*** Opening Given data ***

ENVELOPE_EDITS = {
    # forbidden: refused, the finding names the rule
    "payload-unused-bits": (_edit(lambda e: e.update(payload=_flip_unused_bits(e["payload"]))), "RFC 4648 §3.5"),
    "sig-unused-bits": (_edit(lambda e: _sig(e).update(sig=_flip_unused_bits(_sig(e)["sig"]))), "RFC 4648 §3.5"),
    "payload-padding-removed": (_edit(lambda e: e.update(payload=e["payload"].rstrip("="))), "RFC 4648 §3.2"),
    "sig-padding-removed": (_edit(lambda e: _sig(e).update(sig=_sig(e)["sig"].rstrip("="))), "RFC 4648 §3.2"),
    "sig-alphabets-mixed": (_edit(lambda e: _sig(e).update(sig=_mix_alphabets(_sig(e)["sig"]))), "RFC 4648 §4, §5"),
    "keyid-null": (_edit(lambda e: _sig(e).update(keyid=None)), "keyid is null"),
    "keyid-other-scheme": (_edit(lambda e: _sig(e).update(keyid="ab" * 32)), "keyids here are RFC 7638 thumbprints"),
    "field-added": (_edit(lambda e: e.update(reviewedBy="someone")), "unexpected field(s) reviewedBy"),
    "signature-field-added": (_edit(lambda e: _sig(e).update(note="x")), "unexpected field(s) note"),
    "signature-repeated": (_edit(lambda e: e["signatures"].append(dict(_sig(e)))), "a key signs an envelope once"),
    "trailing-space": (lambda d: d.rstrip(b"\n") + b" \n", "not byte-identical"),
    "final-newline-removed": (lambda d: d.rstrip(b"\n"), "not byte-identical"),
    # allowed by DSSE (verifiers MUST accept): verifies, and a note says what was chosen
    "url-safe-alphabet": (_edit(lambda e: (e.update(payload=_url_safe(e["payload"])),
                                           _sig(e).update(sig=_url_safe(_sig(e)["sig"])))), None),
    "keyid-removed": (_edit(lambda e: _sig(e).pop("keyid")), None),
    "keyid-empty": (_edit(lambda e: _sig(e).update(keyid="")), None),
}
ALLOWED_NOTES = {"url-safe-alphabet": "URL-safe base64 alphabet", "keyid-removed": "no keyid hint",
                 "keyid-empty": "no keyid hint"}


def _original_envelope(base, kind) -> bytes:
    if kind == "dir":
        return (base["dir"]["path"] / "envelope.json").read_bytes()
    return dict((m.name, data) for m, data in _members(base))["envelope.json"]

*** Closing Given data ***

Return each record exactly as given.

ENVELOPE_EDITS = {
    # forbidden: refused, the finding names the rule
    "payload-unused-bits": (_edit(lambda e: e.update(payload=_flip_unused_bits(e["payload"]))), "RFC 4648 §3.5"),
    "sig-unused-bits": (_edit(lambda e: _sig(e).update(sig=_flip_unused_bits(_sig(e)["sig"]))), "RFC 4648 §3.5"),
    "payload-padding-removed": (_edit(lambda e: e.update(payload=e["payload"].rstrip("="))), "RFC 4648 §3.2"),
    "sig-padding-removed": (_edit(lambda e: _sig(e).update(sig=_sig(e)["sig"].rstrip("="))), "RFC 4648 §3.2"),
    "sig-alphabets-mixed": (_edit(lambda e: _sig(e).update(sig=_mix_alphabets(_sig(e)["sig"]))), "RFC 4648 §4, §5"),
    "keyid-null": (_edit(lambda e: _sig(e).update(keyid=None)), "keyid is null"),
    "keyid-other-scheme": (_edit(lambda e: _sig(e).update(keyid="ab" * 32)), "keyids here are RFC 7638 thumbprints"),
    "field-added": (_edit(lambda e: e.update(reviewedBy="someone")), "unexpected field(s) reviewedBy"),
    "signature-field-added": (_edit(lambda e: _sig(e).update(note="x")), "unexpected field(s) note"),
    "signature-repeated": (_edit(lambda e: e["signatures"].append(dict(_sig(e)))), "a key signs an envelope once"),
    "trailing-space": (lambda d: d.rstrip(b"\n") + b" \n", "not byte-identical"),
    "final-newline-removed": (lambda d: d.rstrip(b"\n"), "not byte-identical"),
    # allowed by DSSE (verifiers MUST accept): verifies, and a note says what was chosen
    "url-safe-alphabet": (_edit(lambda e: (e.update(payload=_url_safe(e["payload"])),
                                           _sig(e).update(sig=_url_safe(_sig(e)["sig"])))), None),
    "keyid-removed": (_edit(lambda e: _sig(e).pop("keyid")), None),
    "keyid-empty": (_edit(lambda e: _sig(e).update(keyid="")), None),
}
ALLOWED_NOTES = {"url-safe-alphabet": "URL-safe base64 alphabet", "keyid-removed": "no keyid hint",
                 "keyid-empty": "no keyid hint"}


def _original_envelope(base, kind) -> bytes:
    if kind == "dir":
        return (base["dir"]["path"] / "envelope.json").read_bytes()
    return dict((m.name, data) for m, data in _members(base))["envelope.json"]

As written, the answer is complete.